→ **Collected data entries**:
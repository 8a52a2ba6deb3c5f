import { useMutation, useQueryClient } from '@tanstack/react-query';
import type { StaffMember } from '../../../../shared/auth/schemas';
import type { InvitationInput } from '../../../../shared/mail/account-schemas';
import { apiRequest } from '../../../lib/api-client';
import { staffKeys } from './get-staff';

export type InvitationAnswer = { member: StaffMember; expiresAt: string };

export const inviteStaff = (body: InvitationInput) => apiRequest<InvitationAnswer>('/api/staff/invitations', { method: 'POST', body });

export function useInviteStaff() {
  const queryClient = useQueryClient();
  return useMutation({
    mutationFn: inviteStaff,
    onSuccess: () => queryClient.invalidateQueries({ queryKey: staffKeys.all }),
  });
}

→ **TRY IT**:
Scan the entries above for the string "apiRequest" and copy each line that contains it.

→ **EXERCISE ANSWER**:
import { apiRequest } from '../../../lib/api-client';
export const inviteStaff = (body: InvitationInput) => apiRequest<InvitationAnswer>('/api/staff/invitations', { method: 'POST', body });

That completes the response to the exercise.